Los nacionalistas, los izquierdistas e incluso los indigenistas miraron con desdén a la Wiphala que fue restaurado creativamente en esos años. Pero esa restauración no sólo fue para decir que éramos culturalmente distintos, sino que en esos años comprendimos que la civilización occidental no tenía un proyecto de vida, y que si seguíamos sus modelos económicos y políticos, liberales y socialistas íbamos hacia un abismo que amenazaba con toda forma de vida en el planeta. La recuperación y el enarbolamiento de la Wiphala, por tanto, no fue para nosotros como la libido pasajera, como lo fue para algunos izquierdistas y otros modernícolas que antes admiraban la Wiphala y hoy la desdeñan.
La caída del muro de Berlín y del socialismo real en Europa en el último decenio del siglo XX, mato las utopías socialistas de los izquierdistas bolivianos, razón por la que un grupo de estos buscaron su refugio en el proyecto civilizatorio de las naciones indias y revalorizaron la cultura y los símbolos de los indios. Por urgencia, y no comprendiendo en su profundidad, el mensaje de la Wiphala, el Movimiento al Socialismo (MAS) tomó esta enseña, junto a muchos planteamientos de las naciones indias. Fue el entorno criollo-mestizo que rodeó al “presidente indio” que manipuló los símbolos y el discurso de las civilizaciones indias, prostituyéndolo. Por eso, la revolución democrático cultural que debía posicionar no sólo un discurso descolonizador sino avanzar hacia un nuevo horizonte del vivir bien, se convirtió en palabras hueras, mientras que iban reproduciendo las mismas relaciones coloniales.
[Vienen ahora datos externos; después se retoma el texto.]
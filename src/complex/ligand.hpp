// Ligands as the library holds them: atoms in a frame of their own, and how they bind.
#pragma once

#include <map>
#include <optional>
#include <string>
#include <string_view>
#include <vector>

#include <Eigen/Core>

#include "molecule/molecule.hpp"

namespace irrepwise {

/// One way in which a ligand binds a metal.
struct Binding {
  // For each tooth its donor atoms, indices from 0; several in one tooth bind side by side.
  std::vector<std::vector<int>> teeth;
  int electrons = 0;                         // the metal counts from it, closed shells
  Eigen::Vector3d metal = {0.0, 0.0, -2.0};  // about where the metal is, Å, ligand's frame

  [[nodiscard]] int denticity() const { return static_cast<int>(teeth.size()); }
  [[nodiscard]] int hapticity() const { return static_cast<int>(teeth.front().size()); }
};

struct Ligand {
  std::string name;                // the key, as jobs write it: "NH3"
  std::vector<std::string> names;  // other names: "ammine"
  int charge = 0;                  // of the free ligand with closed shells
  std::vector<Atom> atoms;
  std::vector<Binding> bindings;          // the usual one first; at least one
  std::optional<int> bridging_electrons;  // for each of two metals that it bridges
  // Of a bridge: middle of the metals, donor, next atom; as when terminal where absent.
  std::optional<double> bridging_angle_degrees;
  double bridging_shortening_angstrom = 0.0;  // of each bond of a bridge, below the sum of radii
  double shortening_angstrom = 0.0;           // of the bond to the metal, below the sum of radii
  std::string shortening_source;
  std::string geometry;  // lengths and angles in words
  std::string source;
  std::map<std::string, std::vector<double>> lengths;  // "C-O" -> Å, where no sum of radii
};

/// Ligands by name. Always valid: each has atoms, a binding, and names that no other has.
class LigandLibrary {
 public:
  /// @throws Error  two ligands share a name
  explicit LigandLibrary(std::vector<Ligand> ligands);

  [[nodiscard]] const std::vector<Ligand>& ligands() const noexcept { return ligands_; }

  /// @param name    the key or another name; any case where that is unambiguous
  /// @throws Error  with the nearest names
  [[nodiscard]] const Ligand& find(std::string_view name) const;

  /// @returns  this library with the ligands of another added; those of the same key replaced
  /// @throws Error  a name of a new ligand is one of an old
  [[nodiscard]] LigandLibrary extended_by(const LigandLibrary& other) const;

 private:
  std::vector<Ligand> ligands_;
};

/// params/ligands.yaml, compiled into the program.
[[nodiscard]] const LigandLibrary& built_in_ligands();

/// @param file_name  how messages call the text
/// @throws Error     with file, line and column
[[nodiscard]] LigandLibrary parse_ligands(std::string_view yaml, const std::string& file_name);
[[nodiscard]] LigandLibrary read_ligands(const std::string& path);

}  // namespace irrepwise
La Wiphala en manos de este grupo palaciego se convirtió en un instrumento que les servía de reproducción de sus privilegios. La modernidad que tanto añoraban alcanzar en este “proceso de cambio”, en vez de convertirlos en seres modernos, los convirtió en modernícolas, una mezcla extraña de modernos y cavernícolas.
Estos modernícolas de la izquierda llegaron donde están hoy, no por un proyecto “alternativo” que haya presentado la derecha, sino por los propios límites de su proyecto modernizador y señorial. Por eso los nuevos modernícolas de derecha que vienen del oriente, lo hacen como los cruzados que en la edad media europea se alistaban para asaltar poblaciones del oriente europeo con el pretexto de recuperar el sepulcro de Jesús y castigar a los pueblos infieles negador de Cristo. Esa misma imagen tiene el gamonal del oriente de Bolivia, Camacho, quien con una biblia, cruz y, dizque, con la única bandera que identifica al Qollasuyu ocupado (Bolivia), se posiciona en el centro del poder de la colonia y la república, acompañado de algunos hermanos nuestros, para quienes taita Cristo había derrotado a las Wak’as. Por eso también estos modernícolas de derecha arrían y queman las Wiphalas, como si esa enseña perteneciera a un partido político y no a una civilización que tiene en sus entrañas un proyecto civilizatorio de convivencia simbiótica que hoy necesita este mundo.
Seguramente Atawallpa y Mama Oxllo mirarían azorados como estos modernícolas, pese a los siglos transcurridos, nunca pudieron comprender el nuevo sentido de vivir en Qama, y llorarían al ver como algunos de sus hijos sucumbieron ante el proyecto modernizador, pero siempre existe la esperanza de que, ojalá algún día podamos vivir en mancomunidad respetando cada una de nuestras culturas como los diversos colores de la Wiphala y podamos vivir en igualdad como la forma equitativa de esta enseña india.